The girl is a child, his child, with whom he can assume a semi-maternal role, bathing her, dressing her. Her body appeals to him as a reflection of his own childlike nature. He is not at all the dominant, forceful seducer whom she craves. However, we must be careful to remember that the narrator is never "in the head" of the Chinaman, and we see his desire for the girl only through the reconstruction of the narrator's past, through her very subjective memories.
By contrast, we know the feelings of the girl, even though we must account for the time which has passed and certainly altered her memories. Right from the start, the girl refuses to use the language of love, denying the romantic concept of being his only love. She says she would enjoy just being one of the Chinaman's many women, that she would actually prefer he did not love her.

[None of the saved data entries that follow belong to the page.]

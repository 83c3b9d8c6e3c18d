"""A newcomer at 4,559 m against the published first night, and the starting cases against the measured cycles and CO2 reserves."""

from __future__ import annotations

import pytest

from lagscape.case.case import Case
from lagscape.engine.cycle import CycleStatus, limit_cycle
from lagscape.engine.margins import margins
from lagscape.engine.roots import rightmost_roots
from lagscape.loops import gases

# Nussbaumer-Ochsner 2012, Sleep 35:419, medians of 16 mountaineers: 490 m, then the first night at 4,559 m.
SPO2_LOW_ALTITUDE, SPO2_HIGH_ALTITUDE = 96.0, 67.0
VENTILATION_LOW_ALTITUDE, VENTILATION_HIGH_ALTITUDE = 4.4, 6.3


def period_s(loop) -> float:
    found = limit_cycle(loop.form(), loop.rest())
    assert found.status is CycleStatus.CONVERGED
    assert found.period_s is not None
    return found.period_s


def loop_of(name: str):
    return Case.from_starting_case(name).loop()


def test_the_newcomer_lies_inside_the_published_change() -> None:
    night = loop_of("altitude-4559-night")
    assert night.barometric_pressure_mmhg == pytest.approx(float(gases.barometric_pressure_mmhg(4559.0)), abs=0.05)
    rest = night.rest()
    spo2 = 100.0 * float(gases.saturation(rest.state[2]))
    assert SPO2_HIGH_ALTITUDE < spo2 < SPO2_LOW_ALTITUDE
    assert VENTILATION_LOW_ALTITUDE < rest.output < VENTILATION_HIGH_ALTITUDE
    # And nearer the mountain than the valley: seen 70.7 % and 6.16 L/min.
    assert spo2 < 0.5 * (SPO2_HIGH_ALTITUDE + SPO2_LOW_ALTITUDE)
    assert rest.output > 0.5 * (VENTILATION_LOW_ALTITUDE + VENTILATION_HIGH_ALTITUDE)


def test_the_same_person_at_490_m_breathes_as_published_and_steadily() -> None:
    # CO2 production of the night case; PaCO2 42 mmHg asleep. Oracle: 4.4 L/min to the digit printed; SpO2 96 to the digit printed.
    valley = loop_of("altitude-4559-night").with_numbers(
        barometric_pressure_mmhg=float(gases.barometric_pressure_mmhg(490.0)), resting_paco2_mmhg=42.0
    )
    rest = valley.rest()
    assert rest.output == pytest.approx(VENTILATION_LOW_ALTITUDE, abs=0.05)
    assert 100.0 * float(gases.saturation(rest.state[2])) == pytest.approx(SPO2_LOW_ALTITUDE, abs=0.5)
    assert margins(valley.form(), rest).stable


def test_the_newcomer_hunts_with_short_cycles_and_heart_failure_with_long_ones() -> None:
    # Oracle: under 30 s at altitude (20.5 s with 7.9 s of apnoea at 6,300 m: West 1986), over 45 s in heart failure (59.0 +- 4.9 s:
    # Hall 1996).
    night, failing = loop_of("altitude-4559-night"), loop_of("heart-failure-periodic")
    for loop in (night, failing):
        root = rightmost_roots(loop.form(), loop.rest()).oscillatory
        assert root is not None and root.real > 0.0
    assert period_s(night) < 30.0
    assert period_s(failing) > 45.0
    assert period_s(loop_of("altitude-4559-day")) < 30.0


def test_an_acclimatised_climber_at_6300_m_cycles_as_measured() -> None:
    # Oracle: 20.5 s (West 1986), its spread not printed where we read it: 20 %, twice the spread of the delay that sets the cycle.
    # PaCO2 18.4 mmHg at 6,300 m: from memory, American Medical Research Expedition.
    climber = loop_of("altitude-4559-night").with_numbers(
        barometric_pressure_mmhg=351.0, resting_paco2_mmhg=18.4, co2_production_l_min=0.2, alveolar_arterial_difference_mmhg=7.9
    )
    assert period_s(climber) == pytest.approx(20.5, rel=0.2)
    # 7.9 s of apnoea in each, 38.5 % of the cycle; seen 7.9 of 19.3 s, 41 %. Its spread, too, we have not read: 20 %.
    silent = limit_cycle(climber.form(), climber.rest()).silent_fraction
    assert silent == pytest.approx(7.9 / 20.5, rel=0.2)


def test_a_controller_that_stays_as_at_490_m_does_not_give_the_published_ventilation() -> None:
    # A limit of the model, kept in sight: carried up at once, with the valley's own line, it breathes 4.5 L/min, not 6.3: the lines of
    # all PaO2 meet at the apnoeic threshold, so that PaCO2 cannot fall below it. Acclimatisation moves the line; a case at altitude
    # needs its own PaCO2.
    valley = loop_of("altitude-4559-night").with_numbers(
        barometric_pressure_mmhg=float(gases.barometric_pressure_mmhg(490.0)), resting_paco2_mmhg=42.0
    )
    carried = valley.freeze_line().with_numbers(barometric_pressure_mmhg=443.5)
    rest = carried.rest()
    assert valley.rest().output < rest.output < 5.0
    assert rest.state[0] > valley.resting_paco2_mmhg - valley.co2_reserve_mmhg()


def test_co2_reserve_of_heart_failure_lies_on_the_published_sides() -> None:
    # Oracle: Xie 2002, AJRCCM 165:1245: with central apnoea 2.8 +- 0.3, without 5.1 +- 0.7 mmHg. Seen here: 2.28 and 2.84. The order
    # and the side of the group with apnoea agree; the steady case's size does not, since its gain is one measured awake.
    with_apnoea, without = loop_of("heart-failure-periodic"), loop_of("heart-failure-steady")
    assert with_apnoea.co2_reserve_mmhg() < 2.8 < without.co2_reserve_mmhg()
    # Asleep the gain is 0.75/1.60 of awake (Douglas 1982): then the steady case is within two spreads of the published 5.1.
    asleep = without.with_sensitivity(without.sensitivity * 0.75 / 1.60)
    assert asleep.co2_reserve_mmhg() == pytest.approx(5.1, abs=2 * 0.7)


def test_idiopathic_central_apnoea_cycles_as_measured() -> None:
    # Oracle: Hall 1996, 37.3 +- 3.0 s with a lung-to-ear time of 10.3 s. The loop with the measured gains rings at this period.
    idiopathic = loop_of("idiopathic-central-apnoea")
    found = rightmost_roots(idiopathic.form(), idiopathic.rest()).oscillatory
    assert found is not None and found.real < 0.0
    assert 2.0 * 3.141592653589793 / abs(found.imag) == pytest.approx(37.3, abs=3.0)
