"""Pages under watch: what went wrong in them, what they asked of which server, and when they are ready."""

from __future__ import annotations

from dataclasses import dataclass, field
from typing import Any
from urllib.parse import urlsplit

__all__ = ["BOOT_TIMEOUT_MS", "Watch", "open_ready", "wait_ready"]

BOOT_TIMEOUT_MS = 120_000
"""A slow shared machine takes many times the usual start; a test that waits this long has found a start that never ends."""


@dataclass
class Watch:
    """What the watched pages of one context did: errors on the console, uncaught errors, and requests by origin."""

    origin: str
    errors: list[str] = field(default_factory=list)
    foreign: list[str] = field(default_factory=list)
    requests: list[str] = field(default_factory=list)

    def follow(self, context: Any) -> None:
        """Begins to note everything that happens in any page or worker of the context."""
        context.on("request", self._note_request)
        context.on("console", lambda message: self.errors.append(message.text) if message.type == "error" else None)
        context.on("weberror", lambda error: self.errors.append(str(error.error)))

    def _note_request(self, request: Any) -> None:
        address = urlsplit(request.url)
        self.requests.append(request.url)
        if address.scheme not in ("data", "blob") and f"{address.scheme}://{address.netloc}" != self.origin:
            self.foreign.append(request.url)

    def expect_errors(self, *parts: str) -> None:
        """Takes note that a test broke something on purpose: each error must hold one of these parts, and each part must occur."""
        for part in parts:
            assert any(part in error for error in self.errors), f"no console error holds {part!r}: {self.errors}"
        self.errors = [error for error in self.errors if not any(part in error for part in parts)]

    def check(self) -> None:
        """Fails on any console error and on any request to another origin."""
        assert self.errors == [], "console errors"
        assert self.foreign == [], "requests to another origin"


def open_ready(context: Any, address: str) -> Any:
    """Opens the address in a new page and waits until the application is ready."""
    page = context.new_page()
    page.goto(address)
    wait_ready(page)
    return page


def wait_ready(page: Any) -> None:
    """Waits until the page is ready; a failed start is reported with the page's own words."""
    page.wait_for_function("['ready', 'failed'].includes(document.body.dataset.state)", timeout=BOOT_TIMEOUT_MS)
    state = page.evaluate("document.body.dataset.state")
    assert state == "ready", page.locator("#failed").inner_text()
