/** Growth of the whole forest between two refreshes of potentials and sizes. */
const REFRESH = 1.05;
/** Sites in hand at once, as a share of the terminals served, and at most. */
const BATCH = 0.02;
const MOST_BATCH = 8192;
/** Lengths at a new junction over those that would just do. */
const PLACE_SLACK = 1.2;
/** Placements proposed for each. */
const KEEP = 4;
/** Growth between two sizings of trees whose radii depend on all their lengths. */
const RESIZE = 1.15;
/** Growth between two measurings of territories, where they share the flow: branches then carry what they will. */
const SHARE = 2;
/** Growth between two sweeps that move nodes to their best places. */
const RELAX = 1.3;
/** Rows from which sweeps are further apart and pass over nodes that carry few terminals; how many one must carry then. */
const MANY_ROWS = 200_000;
const RELAX_MANY = 1.45;
const SWEPT = 4;
/** Subtrees that carry at least this part of their tree are hung anew now and then while it grows. */
const COARSE = 1000;
/** Radii over today's that a moved node leaves room for, so that the tubes at it can still gain flow. */
const SWEEP_SLACK = 1.2;
/** Gain, as a share of the cost of its tubes, for which a node is moved. */
const SWEEP_GAIN = 3e-3;
/** Radii over today's that a subtree which is hung anew leaves room for. */
const COARSE_SLACK = 1.2;
/** Edge of a grid cell over the spacing of terminals. */
const CELL = 0.9;
/** Radius certified over radius needed. */
const HEADROOM = 1.03;
/** First vessels are planted this much wider than foreseen, so that a longer tree still fits its stub. */
export const SPARE = 1.06;
/** Rounds of sizing, evicting and growing again before what is left is dropped. */
const ROUNDS = 24;
/** Rounds altogether; what does not fit by then is left for the check to tell. */
const MOST_ROUNDS = 60;

interface GrowingTree {
  readonly seedling: Seedling;
  readonly demand: Demand;
  readonly resizer: Resizer;
  /** True where radii depend on the tree's lengths. */
  readonly resized: boolean;
  /** Set when no site is left that could be served. */
  full: boolean;
}

export type Stopped = 'complete' | 'no-room' | 'cancelled';
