import { describe, expect, test } from 'vitest';
import { checkTree } from '../../../src/check/check-tree.ts';
import { buildNearestTree } from '../../../src/check/nearest.ts';
import type { CheckResult } from '../../../src/check/result.ts';
import { randomStream } from '../../../src/core/random.ts';
import { growRun } from '../../../src/run.ts';
import { specFromValue } from '../../../src/spec/parse.ts';
import type { Spec } from '../../../src/spec/types.ts';
import type { TreeRecord } from '../../../src/tree/forest.ts';

const NONE = new Map();

test('the nearest of many points is found, as by trying all', () => {
  const random = randomStream('nearest', 'check');
  for (const n of [1, 2, 9, 200, 3000]) {
    // Clusters, and planes of equal coordinates.
    const points = Float64Array.from({ length: 3 * n }, (_, i) =>
      i % 5 === 0 ? 0.5 : i % 7 < 3 ? 0.1 * random.next() : random.next(),
    );
    const tree = buildNearestTree(points);
    for (let round = 0; round < 300; round++) {
      const [x, y, z] = [random.next(), random.next(), 1.4 * random.next() - 0.2];
      const away = (i: number) => Math.hypot(points[3 * i]! - x, points[3 * i + 1]! - y, points[3 * i + 2]! - z);
      let least = Number.POSITIVE_INFINITY;
      for (let i = 0; i < n; i++) least = Math.min(least, away(i));
      expect(away(tree.nearest(x, y, z))).toBe(least);
    }
  }
});

const SPEC = specFromValue({
  tissue: {
    shape: 'box',
    min_mm: [0, 0, 0],
    max_mm: [12, 12, 6],
    demand: [{ shape: 'sphere', center_mm: [8, 8, 3], radius_mm: 2.5, weight: 5 }],
  },
  trees: [
    {
      inlet: { position_mm: [0, 6, 3], direction: [1, 0, 0], pressure_mmHg: 60, flow_mL_min: 0.15 },
      terminals: { count: 150, flow_share: 'territory' },
    },
    {
      kind: 'drain',
      inlet: { position_mm: [12, 6, 3], direction: [-1, 0, 0], flow_mL_min: 0.15 },
      terminals: { count: 20 },
    },
  ],
});
const { record, check } = growRun(SPEC, NONE);

function verdict(result: CheckResult, id: string) {
  const promise = result.promises.find((one) => one.id === id)!;
  return { held: promise.held, failures: promise.failures };
}

function spoiled(change: (territory: Float64Array, terminals: number[]) => void): TreeRecord {
  const { forest } = record;
  const territory = record.territory!.slice();
  const terminals: number[] = [];
  for (let i = 1; i < forest.treeStart[1]!; i++) if (territory[i]! > 0) terminals.push(i);
  change(territory, terminals);
  return { ...record, territory };
}

describe('territories', () => {
  test('of a grown tree hold, and flows are theirs', () => {
    expect(check.findings).toEqual([]);
    const promise = check.promises.find((one) => one.id === 'territory')!;
    expect(promise.held).toBe(true);
    expect(promise.checked).toBe(150);
    expect(promise.note).toMatch(/^supply: \d+ samples a terminal, off by [\d.]+ s\^\(1\/3\) of s samples/);
    // The tree that shares its flow equally has none.
    const { treeStart } = record.forest;
    expect(record.territory!.slice(treeStart[1]!).every((size) => size === 0)).toBe(true);
  });

  test('are no promise where nobody asked', () => {
    const equal: Spec = { ...SPEC, trees: SPEC.trees.slice(1) };
    expect(growRun(equal, NONE).check.promises.map((one) => one.id)).not.toContain('territory');
  });

  test('two terminals that have each other’s are found', () => {
    const result = checkTree(
      spoiled((territory, terminals) => {
        const sorted = terminals.sort((a, b) => territory[a]! - territory[b]!);
        const [least, most] = [sorted[0]!, sorted[149]!];
        [territory[least], territory[most]] = [territory[most]!, territory[least]!];
      }),
      SPEC,
      NONE,
    );
    expect(verdict(result, 'territory')).toEqual({ held: false, failures: 3 });
    // The two, and the mean over all; flows are no longer those told either.
    expect(verdict(result, 'terminal-flow')).toEqual({ held: false, failures: 2 });
  });

  test('equal shares where they should differ are found, told or not', () => {
    const { forest } = record;
    const flow = forest.flow.slice();
    for (let i = 0; i < forest.treeStart[1]!; i++) if (record.territory![i]! > 0) flow[i] = forest.flow[0]! / 150;
    const even = { ...record, forest: { ...forest, flow } };
    const told = record.territory!.slice();
    let whole = 0;
    for (const size of told) whole += size;
    const evenly = told.map((size) => (size > 0 ? whole / 150 : 0));
    for (const territory of [evenly, null]) {
      const result = checkTree({ ...even, territory }, SPEC, NONE);
      expect(verdict(result, 'territory').held).toBe(false);
      expect(verdict(result, 'territory').failures).toBeGreaterThan(10);
    }
    // Told truly, but not heeded.
    expect(verdict(checkTree(even, SPEC, NONE), 'terminal-flow').held).toBe(false);
    expect(verdict(checkTree(even, SPEC, NONE), 'territory').held).toBe(true);
  });

  test('all of them twice too large are found', () => {
    const result = checkTree(
      spoiled((territory) => {
        for (let i = 0; i < territory.length; i++) territory[i]! *= 2;
      }),
      SPEC,
      NONE,
    );
    expect(verdict(result, 'territory').held).toBe(false);
    expect(verdict(result, 'terminal-flow').held).toBe(true);
  });

  test('of a demand that was not heeded are found', () => {
    const { demand: _, ...even } = SPEC;
    expect(verdict(checkTree(record, even, NONE), 'territory').held).toBe(false);
  });

  test('of vessels that are no terminals, or share otherwise, are found', () => {
    const inner = checkTree(
      spoiled((territory) => {
        territory[1] = 1e-12;
      }),
      SPEC,
      NONE,
    );
    expect(verdict(inner, 'territory')).toEqual({ held: false, failures: 1 });
    expect(inner.findings[0]!.message).toMatch(/is no terminal that shares by it/);
    const other = checkTree(
      spoiled((territory) => {
        territory[territory.length - 1] = 1e-12;
      }),
      SPEC,
      NONE,
    );
    expect(verdict(other, 'territory')).toEqual({ held: false, failures: 1 });
  });

  test('that the file does not tell leave flows to be held to those measured again', () => {
    const { territory: _, ...untold } = record;
    const result = checkTree(untold, SPEC, NONE);
    expect(result.held).toBe(true);
    const told = result.promises.find((one) => one.id === 'territory')!;
    expect(told.checked).toBe(150);
    expect(result.promises.find((one) => one.id === 'terminal-flow')!.note).toMatch(/tells no territories/);
  });
});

The girl's desire for the Chinaman's body is firmly grounded in sensuality as well as in curiosity, but the first appeal she feels upon meeting him on the ferry is for his wealth, his luxurious car, his diamond ring. While the affair continues in Cholon, it is not clear to this viewer if or when her feelings toward the Chinaman changed. However, as she sails back to France, we learn that she come to the realization that she may have loved him all along. "[...] and suddenly she wasn't sure she hadn't loved him with a love she hadn't seen..."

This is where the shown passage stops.